Table 5 Regression estimated parameters of the association between the Natsal-SF general factor and external criteria

Test–retest reliability

The test–retest reliability of the Natsal-SF general factor was r = 0.72, p < 0.001, in a sample of 144 participants who responded to the 17 Natsal-SF items at follow up two weeks after completing the first survey.

Discussion and conclusion

We found the Natsal-SF to be reliable, valid and able to discriminate between clinical and general population groups. It provides a measure of sexual function in the last year. By including items on distress and relationships, and by being relevant to all regardless of sexual lifestyle, it addresses some of the key gaps in current measurement design.

For implementers of large-scale epidemiological surveys there are several advantages to this measure. It is brief and the questions are non-intrusive and easy to understand. Programme filtering means that respondents only see questions relevant to their experience.
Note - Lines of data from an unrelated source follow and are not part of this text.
//! Formulas in prose: a small set of LaTeX commands, each with Typst source and words for those who cannot see it.

use super::literal::typst_string;
use super::markup::Markup;
use crate::diagnostic::{Code, Problem, nearest};

/// A formula ready for the page.
#[derive(Debug, Clone, PartialEq, Eq)]
pub struct Formula {
    /// Typst source of an equation element with its alternative text.
    pub source: String,
    /// The formula in words.
    pub words: String,
}

impl From<Formula> for Markup {
    fn from(formula: Formula) -> Self {
        Markup::code(formula.source)
    }
}

/// Reads a formula; `display` sets it on a line of its own.
///
/// # Errors
/// An unknown command, a bracket that is not closed, a character that has no place in a formula. The range of the
/// problem counts bytes of `latex`.
pub fn formula(latex: &str, display: bool) -> Result<Formula, Problem> {
    let mut reader = Reader { text: latex, at: 0, depth: 0 };
    let parts = reader.sequence(None)?;
    if parts.is_empty() {
        return Err(problem("The formula is empty.".into(), 0, latex.len()));
    }
    let words = words(&parts);
    let source = format!("#math.equation(block: {display}, alt: {}, ${}$);", typst_string(&words), typst(&parts));
    let source = if display { source.replace(", $", ", $ ").replace("$);", " $);") } else { source };
    Ok(Formula { source, words })
}

/// One part of a formula.
#[derive(Debug, Clone, PartialEq)]
enum Part {
    /// Typst source of a sign and its word.
    Sign(String, String),
    Number(String),
    /// Upright text.
    Text(String),
    Group(Vec<Part>),
    Fraction(Vec<Part>, Vec<Part>),
    Root(Vec<Part>, Option<Vec<Part>>),
    /// Typst function over an argument, and its word.
    Over(&'static str, &'static str, Vec<Part>),
    Scripts {
        base: Box<Part>,
        below: Option<Vec<Part>>,
        above: Option<Vec<Part>>,
    },
    Fenced(String, Vec<Part>, String),
}

struct Reader<'a> {
    text: &'a str,
    at: usize,
    depth: usize,
}

/// How deep groups may nest.
const DEEPEST: usize = 24;

impl Reader<'_> {
    fn rest(&self) -> &str {
        self.text.get(self.at..).unwrap_or("")
    }

    fn peek(&self) -> Option<char> {
        self.rest().chars().next()
    }

    fn take(&mut self) -> Option<char> {
        let character = self.peek()?;
        self.at += character.len_utf8();
        Some(character)
    }

    fn skip_spaces(&mut self) {
        while self.peek().is_some_and(char::is_whitespace) {
            self.take();
        }
    }

    /// Parts up to the closing mark (`}` or `\right`), which is taken, or the end.
    fn sequence(&mut self, closing: Option<&str>) -> Result<Vec<Part>, Problem> {
        let opened = self.at;
        self.depth += 1;
        if self.depth > DEEPEST {
            return Err(problem("The formula nests too deep.".into(), self.at, self.at));
        }
        let mut parts: Vec<Part> = Vec::new();
        loop {
            self.skip_spaces();
            if let Some(mark) = closing.filter(|mark| self.rest().starts_with(mark)) {
                self.at += mark.len();
                break;
            }
            match self.peek() {
                None if closing.is_none() => break,
                None => {
                    return Err(problem(
                        "A bracket of the formula is never closed.".into(),
                        opened.saturating_sub(1),
                        opened,
                    ));
                }
                Some('^' | '_') => {
                    let part = self.scripts(parts.pop())?;
                    parts.push(part);
                }
                Some(_) => {
                    let part = self.part()?;
                    parts.push(part);
                }
            }
        }
        self.depth -= 1;
        Ok(parts)
    }

    fn scripts(&mut self, base: Option<Part>) -> Result<Part, Problem> {
        let start = self.at;
        let base = Box::new(base.unwrap_or(Part::Group(Vec::new())));
        let (mut below, mut above) = (None, None);
        loop {
            self.skip_spaces();
            let slot = match self.peek() {
                Some('_') => &mut below,
                Some('^') => &mut above,
                _ => break,
            };
            if slot.is_some() {
                return Err(problem(
                    "A sign of the formula has two scripts of the same kind.".into(),
                    start,
                    self.at + 1,
                ));
            }
            self.at += 1;
            *slot = Some(self.argument()?);
        }
        Ok(Part::Scripts { base, below, above })
    }

    /// A group in braces, or one part.
    fn argument(&mut self) -> Result<Vec<Part>, Problem> {
        self.skip_spaces();
        match self.peek() {
            Some('{') => {
                self.at += 1;
                self.sequence(Some("}"))
            }
            Some(digit) if digit.is_ascii_digit() => {
                self.at += 1;
                Ok(vec![Part::Number(digit.to_string())])
            }
            Some('^' | '_' | '}') | None => {
                Err(problem("A command of the formula lacks its argument.".into(), self.at, self.at))
            }
            Some(_) => Ok(vec![self.part()?]),
        }
    }

    fn part(&mut self) -> Result<Part, Problem> {
        let start = self.at;
        let Some(character) = self.take() else {
            return Err(problem("The formula ends too early.".into(), start, start));
        };
        match character {
            '{' => Ok(Part::Group(self.sequence(Some("}"))?)),
            '\\' => self.command(start),
            digit if digit.is_ascii_digit() => Ok(self.number(start)),
            '~' => Ok(sign("space.nobreak", "")),
            '\'' => Ok(sign("prime", "prime")),
            '-' | '−' => Ok(sign("−", "minus")),
            '+' => Ok(sign("+", "plus")),
            '=' => Ok(sign("=", "equals")),
            '<' => Ok(sign("<", "is less than")),
            '>' => Ok(sign(">", "is greater than")),
            '/' => Ok(sign("\\/", "divided by")),
            '(' | ')' | '[' | ']' | ',' | ';' | ':' | '|' | '!' | '.' | '*' => {
                Ok(sign(&format!("\\{character}"), &character.to_string()))
            }
            letter if letter.is_ascii_alphabetic() => Ok(sign(&letter.to_string(), &letter.to_string())),
            letter if GREEK.iter().any(|(_, greek)| *greek == letter) => {
                let word = GREEK.iter().find(|(_, greek)| *greek == letter).map_or("", |(word, _)| word);
                Ok(sign(&letter.to_string(), word.trim_start_matches("var")))
            }
            symbol if SIGNS.iter().any(|(_, source, _)| source.chars().eq([symbol])) => {
                let word =
                    SIGNS.iter().find(|(_, source, _)| source.chars().eq([symbol])).map_or("", |(_, _, word)| word);
                Ok(sign(&symbol.to_string(), word))
            }
            other => Err(problem(format!("The character {other} has no place in a formula."), start, self.at)
                .hint("Write words as \\text{…}.")),
        }
    }

    fn number(&mut self, start: usize) -> Part {
        while self.peek().is_some_and(|next| next.is_ascii_digit())
            || self.peek() == Some('.') && self.rest().chars().nth(1).is_some_and(|next| next.is_ascii_digit())
        {
            self.take();
        }
        Part::Number(self.text.get(start..self.at).unwrap_or("").to_string())
    }

    fn command(&mut self, start: usize) -> Result<Part, Problem> {
        let letters = self.rest().chars().take_while(char::is_ascii_alphabetic).count();
        if letters == 0 {
            return self.marked_character(start);
        }
        let name = self.text.get(self.at..self.at + letters).unwrap_or("").to_string();
        self.at += letters;
        match name.as_str() {
            "frac" | "dfrac" | "tfrac" => Ok(Part::Fraction(self.argument()?, self.argument()?)),
            "sqrt" => {
                let index = self.index()?;
                Ok(Part::Root(self.argument()?, index))
            }
            "mathrm" | "text" | "operatorname" | "textrm" => Ok(Part::Text(self.upright(start)?)),
            "mathbf" | "boldsymbol" => Ok(Part::Over("bold", "", self.argument()?)),
            "left" => self.fenced(start),
            _ => self.named(&name, start),
        }
    }

    fn named(&mut self, name: &str, start: usize) -> Result<Part, Problem> {
        if let Some((_, function, word)) = ACCENTS.iter().find(|(accent, _, _)| *accent == name) {
            return Ok(Part::Over(function, word, self.argument()?));
        }
        if let Some((word, letter)) = GREEK.iter().find(|(word, _)| *word == name) {
            return Ok(sign(&letter.to_string(), word.trim_start_matches("var")));
        }
        if let Some((_, source, word)) = SIGNS.iter().find(|(known, _, _)| *known == name) {
            return Ok(sign(source, word));
        }
        if FUNCTIONS.contains(&name) {
            return Ok(sign(&format!("op({})", typst_string(name)), name));
        }
        let message = format!("The formula command \\{name} is not known here.");
        let unknown = problem(message, start, self.at);
        Err(match nearest(name, known_commands()) {
            Some(near) => unknown.hint(format!("Is \\{near} meant?")),
            None => unknown,
        })
    }

    /// A backslash before a character that is no letter.
    fn marked_character(&mut self, start: usize) -> Result<Part, Problem> {
        match self.take() {
            Some(',' | ':' | ';') => Ok(sign("thin", "")),
            Some(' ') => Ok(sign("space", "")),
            Some('!') => Ok(Part::Group(Vec::new())),
            Some(character @ ('{' | '}' | '%' | '#' | '$' | '_' | '&')) => {
                Ok(sign(&format!("\\{character}"), &character.to_string()))
            }
            Some('|') => Ok(sign("‖", "double bar")),
            other => {
                let found = other.map(String::from).unwrap_or_default();
                Err(problem(format!("The formula command \\{found} is not known here."), start, self.at))
            }
        }
    }

    fn index(&mut self) -> Result<Option<Vec<Part>>, Problem> {
        self.skip_spaces();
        if self.peek() != Some('[') {
            return Ok(None);
        }
        self.at += 1;
        self.sequence(Some("]")).map(Some)
    }

    /// The raw text of a group in braces.
    fn upright(&mut self, start: usize) -> Result<String, Problem> {
        self.skip_spaces();
        let lacking = problem("Upright text in a formula stands in one pair of braces.".into(), start, self.at);
        let Some(inner) = self.rest().strip_prefix('{') else { return Err(lacking) };
        let Some(length) = inner.find('}') else { return Err(lacking) };
        let text = inner.get(..length).unwrap_or("").to_string();
        self.at += length + 2;
        if text.contains(['\\', '{', '$']) {
            return Err(lacking);
        }
        Ok(text)
    }

    fn fenced(&mut self, start: usize) -> Result<Part, Problem> {
        let opening = self.fence(start)?;
        let body = self.sequence(Some("\\right"))?;
        let closing = self.fence(start)?;
        Ok(Part::Fenced(opening, body, closing))
    }

    fn fence(&mut self, start: usize) -> Result<String, Problem> {
        self.skip_spaces();
        let marked = self.peek() == Some('\\');
        if marked {
            self.at += 1;
        }
        match self.take() {
            Some('.') if !marked => Ok(String::new()),
            Some(mark @ ('(' | ')' | '[' | ']' | '|')) if !marked => Ok(mark.to_string()),
            Some(mark @ ('{' | '}')) if marked => Ok(mark.to_string()),
            _ => Err(problem("\\left and \\right need a bracket or a full stop after them.".into(), start, self.at)),
        }
    }
}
As previously outlined, this is a measure of sexual function, which according to our development work is about the absence of sexual function problems, a positive sexual relationship, feeling sexually satisfied and an absence of personally felt distress. It is important to note that the items on individual sexual function problems do not equate to a clinical diagnosis of specific dysfunction. Our development work [5] suggested that the construct of sexual function is as much relational and psychological as it is biomedical, and so the avoidance of a clinical diagnosis may be seen as an advantage. A limitation of the methodology of this study has been the use of an internet panel as a proxy to the general population [2325]. However the forthcoming Natsal-3 survey will provide opportunity to further validate the measure on a community based random probability sample. The poor performance of the item “reached a climax more quickly than you would like” is puzzling. One possible explanation is that some respondents tick ‘yes’ to this item, not because they feel they have a problem with premature ejaculation, but simply because they see delaying climax further as an ideal; they actually rate their function as fine. Our data supports this hypothesis: less than a third (29 %) of general population respondents reported feeling fairly or very distressed about this experience. On average, for all the other problems, 53 % reported feeling fairly or very distressed.
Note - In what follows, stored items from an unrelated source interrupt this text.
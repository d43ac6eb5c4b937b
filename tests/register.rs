//! The register: entries that cannot be taken back unseen, and what is done to it found and named.

#![allow(clippy::disallowed_methods)]

mod example;

use chrono::{DateTime, Utc};
use example::{PROGRAM, example_files, fresh, printed, write_files};
use libripens::register::entry::{Act, Clock, Decision, Duty, IssuedReport, ReportKind, Stamp};
use libripens::register::store::MemoryStore;
use libripens::register::tree::{consistency_proof, is_consistent};
use libripens::register::verify::{Cause, verify, verify_against};
use libripens::register::{Ledger, REGISTER, Register};
use std::path::Path;
use std::process::{Command, Output};

/// A time of the invented laboratory, that many minutes after nine.
fn at(minutes: i64) -> Stamp {
    let nine: DateTime<Utc> = "2041-05-20T09:00:00Z".parse().expect("a time");
    Stamp { time: nine + chrono::TimeDelta::minutes(minutes), clock: Clock::Set }
}

fn issued(place: u64, kind: ReportKind, of: Option<&str>) -> Act {
    Act::Issued(Box::new(IssuedReport {
        number: format!("R-{place}"),
        place,
        kind,
        of: of.map(String::from),
        report: "campaigns/one/report.md".into(),
        title: "Calibration of a mass standard".into(),
        seal: "5".repeat(64),
        pdf: "6".repeat(64),
        bytes: 1234,
        files: Vec::new(),
        blocks: Vec::new(),
        seen: "7".repeat(64),
        performed_by: "duty metrologist".into(),
        results: vec!["R1.mass".into()],
        left_out: Vec::new(),
    }))
}

/// A register of eight entries, half an hour apart.
fn register() -> Register {
    let store = MemoryStore::at(at(0));
    let mut ledger = Ledger::open(&store).expect("an empty register");
    let authorised = |duty| Act::Authorised { report: "campaigns/one/report.md".into(), seal: "5".repeat(64), duty };
    let acts = [
        Act::Lodged { files: Vec::new() },
        authorised(Duty::Review),
        authorised(Duty::Authorisation),
        issued(1, ReportKind::Original, None),
        Act::Sent { number: "R-1".into(), recipient: "client".into(), pdf: "6".repeat(64), bytes: 1234, copies: 1 },
        Act::Decided { number: "R-1".into(), findings: "8".repeat(64), decision: Decision::Amendment },
        issued(2, ReportKind::Amendment, Some("R-1")),
        Act::Withdrawn { number: "R-2".into() },
    ];
    for (index, act) in acts.into_iter().enumerate() {
        *store.now.borrow_mut() = at(30 * index as i64);
        ledger.enter(act, "technical manager", "as agreed “µ”").expect("an entry");
    }
    let kept = store.files.borrow()[REGISTER].clone();
    let read = Register::read(&kept).expect("a whole register");
    assert_eq!(read, ledger.register);
    read
}
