//! A resistor with its dated calibrations, its drift and its dependence on the conditions of use.

use super::calibration::check_dimension;
use super::engine::{Block, Engine, shorten};
use super::field::{Field, Shape, needed, optional};
use super::fields::Fields;
use super::given::Given;
use super::units_of_1990::{BASIS_SHAPE, CONVERSION_SHAPE, check_basis, is_of_1990, note_conversion};
use super::{BlockKind, Output};
use crate::diagnostic::{Code, Complaints, Problem};
use crate::graph::{Name, Quantity, Value, sensitivities, standard_uncertainty};
use crate::intake::Place;
use crate::method::resistor_line::{Environment, Load, METHOD, ResistorLine, in_use};
use crate::method::{conversion_1990, quantum_hall_resistance, unit};
use crate::quantity::{Kind, StatedUncertainty};
use crate::record::Text;
use chrono::{DateTime, NaiveDate, NaiveTime};
use std::sync::Arc;

const HALL_FIELDS: &[Field] = &[needed("plateau", Shape::Number, "the plateau i of the Hall resistance R_K/i")];

const CALIBRATION_FIELDS: &[Field] = &[
    needed("certificate", Shape::Text, "the certificate's number"),
    optional("issued_by", Shape::Text, "who issued it"),
    needed("date", Shape::Date, "the day of the calibration; it counts from 00:00 UTC unless its time is given"),
    optional("time", Shape::Instant, "the middle of the calibration"),
    optional("due", Shape::Date, "the day until which it may be used"),
    optional("ratio", Shape::Value(Kind::Plain), "ratio to the Hall resistance R_K/i, as the bridge indicates it"),
    optional("resistance", Shape::Value(Kind::Plain), "the resistance, where the certificate states it"),
    optional(
        "relative_uncertainty",
        Shape::Number,
        "relative standard uncertainty, when it does not stand with the value",
    ),
    optional(
        "temperature",
        Shape::Value(Kind::Temperature),
        "temperature of the resistor; the reference unless written",
    ),
    optional("pressure", Shape::Value(Kind::Pressure), "pressure of the air; the reference unless written"),
    optional("basis", BASIS_SHAPE, "the units of the certificate: SI unless written"),
    optional("conversion", CONVERSION_SHAPE, "carries a value of 1990 to the SI by the exact factor"),
];

/// A resistor.
pub static KIND: BlockKind = BlockKind {
    name: "resistor",
    meaning: "a resistor with dated calibrations, drift and coefficients",
    fields: &[
        optional("label", Shape::Text, "what is printed for it"),
        optional("identification", Shape::Text, "marking, serial number"),
        optional("quantum_hall", Shape::Mapping(HALL_FIELDS), "the Hall resistance that ratios refer to"),
        needed("calibrations", Shape::Mappings(CALIBRATION_FIELDS), "dated calibrations, before and after the use"),
        optional("bridge_error", Shape::Value(Kind::Plain), "relative error of the bridge, common to all ratios"),
        optional("reference_temperature", Shape::Value(Kind::Temperature), "temperature the line holds at"),
        optional("reference_pressure", Shape::Value(Kind::Pressure), "pressure the line holds at"),
        optional("temperature_coefficient", Shape::Value(Kind::Plain), "relative change with temperature"),
        optional("second_temperature_coefficient", Shape::Value(Kind::Plain), "and with its square"),
        optional("pressure_coefficient", Shape::Value(Kind::Plain), "relative change with pressure"),
        optional("load_coefficient", Shape::Value(Kind::Plain), "relative change with the power in it"),
        optional("calibration_power", Shape::Value(Kind::Plain), "the power at the calibrations"),
        optional("at", Shape::Instant, "the middle of the use; the middle of the calibrations unless written"),
        optional(
            "hold",
            Shape::Value(Kind::Plain),
            "relative change beyond the first or last calibration, zero with its bound",
        ),
        optional("source", Shape::Text, "where the coefficients come from"),
    ],
    outputs: &[
        Output {
            path: "resistance",
            meaning: "resistance at the reference conditions, in the middle of the use",
            unit: "Ω",
        },
        Output { path: "drift", meaning: "relative change with time", unit: "d⁻¹" },
    ],
    check,
    build: |engine, block| {
        let _ = build(shorten(engine), block);
    },
};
The inclusion of items measuring persistence of symptoms, severity of symptoms and associated distress has been shown to impact on prevalence estimates [9, 26]. Our measure originally included these items but they were excluded from the final measure because they did not add further information. Similarly we asked respondents who reported avoiding sex, why they had done so, and this item was excluded for the same reason. However, survey implementers may wish to include these items in their questionnaire because they add useful detail when examining sexual function difficulties separately.

The possibilities for future use of this measure are exciting. It is our hope that it will be widely used in community surveys. Being brief, it is also likely to be attractive to clinicians as a clinical screening tool, although a separate study would be required to assess its validity in this context.